Collected data:
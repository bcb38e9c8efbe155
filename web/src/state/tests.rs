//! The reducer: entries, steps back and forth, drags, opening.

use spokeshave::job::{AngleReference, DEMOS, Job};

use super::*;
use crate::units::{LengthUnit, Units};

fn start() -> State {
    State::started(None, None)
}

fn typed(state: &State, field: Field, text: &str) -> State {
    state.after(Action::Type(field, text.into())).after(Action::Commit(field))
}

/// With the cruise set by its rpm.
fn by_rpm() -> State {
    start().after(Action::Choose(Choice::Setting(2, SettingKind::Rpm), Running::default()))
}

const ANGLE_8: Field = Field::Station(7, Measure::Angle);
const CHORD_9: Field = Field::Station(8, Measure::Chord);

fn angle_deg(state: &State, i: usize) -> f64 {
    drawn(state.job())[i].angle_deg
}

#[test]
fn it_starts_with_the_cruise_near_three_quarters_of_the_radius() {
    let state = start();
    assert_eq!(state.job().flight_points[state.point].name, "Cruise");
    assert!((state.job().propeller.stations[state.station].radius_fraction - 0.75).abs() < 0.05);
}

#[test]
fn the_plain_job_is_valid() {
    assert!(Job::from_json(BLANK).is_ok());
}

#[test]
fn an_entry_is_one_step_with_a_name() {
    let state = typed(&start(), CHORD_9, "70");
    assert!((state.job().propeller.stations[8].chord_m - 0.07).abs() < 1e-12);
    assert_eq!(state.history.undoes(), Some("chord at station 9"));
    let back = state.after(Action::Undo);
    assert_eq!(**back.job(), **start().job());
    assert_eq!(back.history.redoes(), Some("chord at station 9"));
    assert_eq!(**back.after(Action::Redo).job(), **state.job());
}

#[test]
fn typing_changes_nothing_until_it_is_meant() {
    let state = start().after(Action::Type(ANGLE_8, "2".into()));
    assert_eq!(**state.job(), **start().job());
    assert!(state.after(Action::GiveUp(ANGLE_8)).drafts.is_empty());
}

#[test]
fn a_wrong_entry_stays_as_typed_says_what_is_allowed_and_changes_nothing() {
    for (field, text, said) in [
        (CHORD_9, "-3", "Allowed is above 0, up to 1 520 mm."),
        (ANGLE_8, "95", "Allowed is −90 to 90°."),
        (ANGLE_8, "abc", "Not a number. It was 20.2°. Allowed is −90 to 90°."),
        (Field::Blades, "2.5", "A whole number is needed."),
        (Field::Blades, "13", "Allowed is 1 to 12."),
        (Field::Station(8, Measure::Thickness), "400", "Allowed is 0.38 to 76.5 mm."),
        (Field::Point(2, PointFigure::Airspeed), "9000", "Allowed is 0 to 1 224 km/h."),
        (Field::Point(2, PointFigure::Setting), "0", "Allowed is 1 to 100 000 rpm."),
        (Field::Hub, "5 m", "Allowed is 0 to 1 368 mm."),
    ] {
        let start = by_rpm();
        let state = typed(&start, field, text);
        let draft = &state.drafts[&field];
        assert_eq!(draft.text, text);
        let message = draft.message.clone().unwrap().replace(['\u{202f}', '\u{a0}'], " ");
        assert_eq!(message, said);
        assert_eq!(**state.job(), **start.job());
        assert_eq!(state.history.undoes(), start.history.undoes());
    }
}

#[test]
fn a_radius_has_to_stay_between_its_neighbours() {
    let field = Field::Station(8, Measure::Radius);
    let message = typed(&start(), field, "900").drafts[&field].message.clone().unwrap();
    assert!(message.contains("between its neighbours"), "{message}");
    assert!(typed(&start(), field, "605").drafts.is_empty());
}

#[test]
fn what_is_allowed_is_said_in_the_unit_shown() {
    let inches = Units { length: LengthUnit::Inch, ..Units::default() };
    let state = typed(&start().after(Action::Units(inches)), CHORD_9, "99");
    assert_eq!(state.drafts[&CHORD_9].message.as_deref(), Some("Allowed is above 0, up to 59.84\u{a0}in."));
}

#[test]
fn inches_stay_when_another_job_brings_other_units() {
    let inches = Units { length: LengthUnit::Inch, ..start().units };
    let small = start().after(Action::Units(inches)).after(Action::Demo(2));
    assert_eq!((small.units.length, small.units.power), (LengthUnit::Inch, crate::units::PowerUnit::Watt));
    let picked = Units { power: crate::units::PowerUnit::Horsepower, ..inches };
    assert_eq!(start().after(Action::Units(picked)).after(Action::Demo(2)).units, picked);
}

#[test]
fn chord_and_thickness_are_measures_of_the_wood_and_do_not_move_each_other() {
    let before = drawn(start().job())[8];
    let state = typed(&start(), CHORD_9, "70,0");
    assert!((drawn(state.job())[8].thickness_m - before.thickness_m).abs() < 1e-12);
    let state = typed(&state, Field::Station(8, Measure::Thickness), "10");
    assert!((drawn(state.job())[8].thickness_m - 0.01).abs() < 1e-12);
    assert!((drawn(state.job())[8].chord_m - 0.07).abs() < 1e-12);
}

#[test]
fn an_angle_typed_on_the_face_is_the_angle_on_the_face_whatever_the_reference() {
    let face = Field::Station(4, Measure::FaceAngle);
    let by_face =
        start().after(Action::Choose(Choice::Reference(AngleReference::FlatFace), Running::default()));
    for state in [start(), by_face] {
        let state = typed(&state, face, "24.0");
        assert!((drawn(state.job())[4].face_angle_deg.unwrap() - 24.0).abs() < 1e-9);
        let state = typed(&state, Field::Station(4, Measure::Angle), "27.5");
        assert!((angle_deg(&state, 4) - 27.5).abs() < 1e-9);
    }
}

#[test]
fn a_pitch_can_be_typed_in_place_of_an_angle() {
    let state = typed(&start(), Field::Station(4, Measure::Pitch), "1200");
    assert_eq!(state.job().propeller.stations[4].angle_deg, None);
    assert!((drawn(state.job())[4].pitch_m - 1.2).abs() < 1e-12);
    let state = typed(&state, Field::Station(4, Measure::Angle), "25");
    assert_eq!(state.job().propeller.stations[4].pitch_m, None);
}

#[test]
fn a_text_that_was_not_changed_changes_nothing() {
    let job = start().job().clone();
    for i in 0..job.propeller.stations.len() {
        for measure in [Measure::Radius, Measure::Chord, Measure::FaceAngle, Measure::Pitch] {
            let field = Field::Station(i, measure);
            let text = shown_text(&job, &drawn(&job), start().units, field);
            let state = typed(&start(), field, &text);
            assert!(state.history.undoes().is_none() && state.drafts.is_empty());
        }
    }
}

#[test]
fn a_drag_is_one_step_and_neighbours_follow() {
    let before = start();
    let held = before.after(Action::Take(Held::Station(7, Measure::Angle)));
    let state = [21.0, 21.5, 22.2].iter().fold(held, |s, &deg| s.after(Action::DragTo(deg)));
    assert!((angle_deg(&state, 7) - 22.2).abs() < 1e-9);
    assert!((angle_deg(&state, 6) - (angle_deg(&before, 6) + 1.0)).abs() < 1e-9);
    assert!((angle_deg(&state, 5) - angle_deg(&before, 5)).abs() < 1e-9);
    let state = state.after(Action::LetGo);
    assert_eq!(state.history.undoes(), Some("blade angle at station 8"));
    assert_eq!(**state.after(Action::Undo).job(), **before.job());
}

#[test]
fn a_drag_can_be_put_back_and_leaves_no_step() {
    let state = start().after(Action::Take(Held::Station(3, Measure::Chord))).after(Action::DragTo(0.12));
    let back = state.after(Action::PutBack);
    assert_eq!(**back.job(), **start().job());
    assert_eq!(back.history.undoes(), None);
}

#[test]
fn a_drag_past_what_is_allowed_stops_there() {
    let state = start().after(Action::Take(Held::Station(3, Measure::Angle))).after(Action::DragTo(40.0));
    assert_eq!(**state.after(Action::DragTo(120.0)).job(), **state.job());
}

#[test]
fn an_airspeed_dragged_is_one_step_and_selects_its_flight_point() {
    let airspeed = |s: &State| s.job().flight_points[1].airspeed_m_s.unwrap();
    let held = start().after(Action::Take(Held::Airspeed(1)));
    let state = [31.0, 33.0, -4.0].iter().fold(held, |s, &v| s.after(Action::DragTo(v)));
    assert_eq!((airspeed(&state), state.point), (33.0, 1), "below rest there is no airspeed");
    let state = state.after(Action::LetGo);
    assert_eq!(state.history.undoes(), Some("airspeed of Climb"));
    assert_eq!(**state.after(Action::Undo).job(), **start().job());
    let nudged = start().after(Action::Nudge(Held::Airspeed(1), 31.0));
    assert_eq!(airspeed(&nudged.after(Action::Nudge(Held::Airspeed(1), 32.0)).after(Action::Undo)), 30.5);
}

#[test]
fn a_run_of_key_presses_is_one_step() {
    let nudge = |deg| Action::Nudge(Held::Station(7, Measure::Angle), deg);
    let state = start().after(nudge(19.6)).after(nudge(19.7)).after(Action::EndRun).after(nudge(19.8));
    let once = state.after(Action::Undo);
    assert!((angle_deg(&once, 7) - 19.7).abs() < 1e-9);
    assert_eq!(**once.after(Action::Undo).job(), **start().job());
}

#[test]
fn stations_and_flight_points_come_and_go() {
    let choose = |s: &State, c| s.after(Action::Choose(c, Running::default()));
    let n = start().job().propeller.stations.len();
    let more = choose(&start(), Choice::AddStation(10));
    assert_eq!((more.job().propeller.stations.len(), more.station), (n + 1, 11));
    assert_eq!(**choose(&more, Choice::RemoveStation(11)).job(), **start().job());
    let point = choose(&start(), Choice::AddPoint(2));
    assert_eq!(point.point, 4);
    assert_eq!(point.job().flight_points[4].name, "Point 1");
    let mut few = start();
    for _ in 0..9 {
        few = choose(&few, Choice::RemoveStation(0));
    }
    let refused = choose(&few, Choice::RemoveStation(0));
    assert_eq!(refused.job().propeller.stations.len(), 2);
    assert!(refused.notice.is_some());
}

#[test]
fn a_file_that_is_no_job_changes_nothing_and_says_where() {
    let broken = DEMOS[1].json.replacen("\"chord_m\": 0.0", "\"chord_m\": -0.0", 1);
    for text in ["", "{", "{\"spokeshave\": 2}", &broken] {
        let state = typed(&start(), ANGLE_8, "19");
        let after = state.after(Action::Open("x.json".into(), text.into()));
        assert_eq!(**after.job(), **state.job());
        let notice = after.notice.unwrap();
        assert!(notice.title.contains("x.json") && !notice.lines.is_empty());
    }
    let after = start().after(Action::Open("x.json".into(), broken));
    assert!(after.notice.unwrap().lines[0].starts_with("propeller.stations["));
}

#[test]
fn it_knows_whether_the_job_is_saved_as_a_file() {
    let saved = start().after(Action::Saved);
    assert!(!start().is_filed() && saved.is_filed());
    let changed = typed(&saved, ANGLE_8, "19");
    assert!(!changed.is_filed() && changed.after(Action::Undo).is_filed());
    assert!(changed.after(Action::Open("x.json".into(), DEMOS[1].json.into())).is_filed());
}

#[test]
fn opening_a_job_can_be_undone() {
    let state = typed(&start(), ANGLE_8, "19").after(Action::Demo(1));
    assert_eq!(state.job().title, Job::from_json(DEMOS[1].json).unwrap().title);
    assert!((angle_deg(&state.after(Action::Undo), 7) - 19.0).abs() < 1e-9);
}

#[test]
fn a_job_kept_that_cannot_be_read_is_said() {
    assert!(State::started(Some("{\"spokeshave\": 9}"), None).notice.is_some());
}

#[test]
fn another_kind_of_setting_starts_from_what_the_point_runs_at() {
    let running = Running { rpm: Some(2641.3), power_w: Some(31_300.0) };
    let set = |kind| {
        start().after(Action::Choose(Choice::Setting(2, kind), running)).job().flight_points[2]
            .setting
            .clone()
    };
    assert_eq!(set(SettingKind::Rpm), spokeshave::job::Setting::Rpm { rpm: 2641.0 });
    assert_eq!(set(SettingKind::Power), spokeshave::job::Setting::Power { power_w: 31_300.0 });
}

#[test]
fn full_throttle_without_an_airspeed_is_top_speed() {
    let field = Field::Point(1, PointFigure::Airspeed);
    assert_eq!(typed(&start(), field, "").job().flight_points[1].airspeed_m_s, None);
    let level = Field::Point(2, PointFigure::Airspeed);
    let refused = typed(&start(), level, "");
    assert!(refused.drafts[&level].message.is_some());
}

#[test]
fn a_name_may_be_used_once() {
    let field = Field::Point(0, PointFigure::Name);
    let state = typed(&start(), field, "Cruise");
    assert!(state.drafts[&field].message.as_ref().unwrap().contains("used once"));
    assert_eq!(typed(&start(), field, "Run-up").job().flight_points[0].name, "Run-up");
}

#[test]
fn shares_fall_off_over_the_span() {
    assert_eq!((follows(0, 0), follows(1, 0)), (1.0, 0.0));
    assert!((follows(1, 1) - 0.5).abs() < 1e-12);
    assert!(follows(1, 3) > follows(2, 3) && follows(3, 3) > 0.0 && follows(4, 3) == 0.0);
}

→ **Task prompt**: The lines to copy run from the first line of the entries to the line containing "by its rpm."; copy them exactly and output nothing else.

→ **Task output**:
repository bcb38e9c8efbe155
filename web/src/state/tests.rs
//! The reducer: entries, steps back and forth, drags, opening.

use spokeshave::job::{AngleReference, DEMOS, Job};

use super::*;
use crate::units::{LengthUnit, Units};

fn start() -> State {
    State::started(None, None)
}

fn typed(state: &State, field: Field, text: &str) -> State {
    state.after(Action::Type(field, text.into())).after(Action::Commit(field))
}

/// With the cruise set by its rpm.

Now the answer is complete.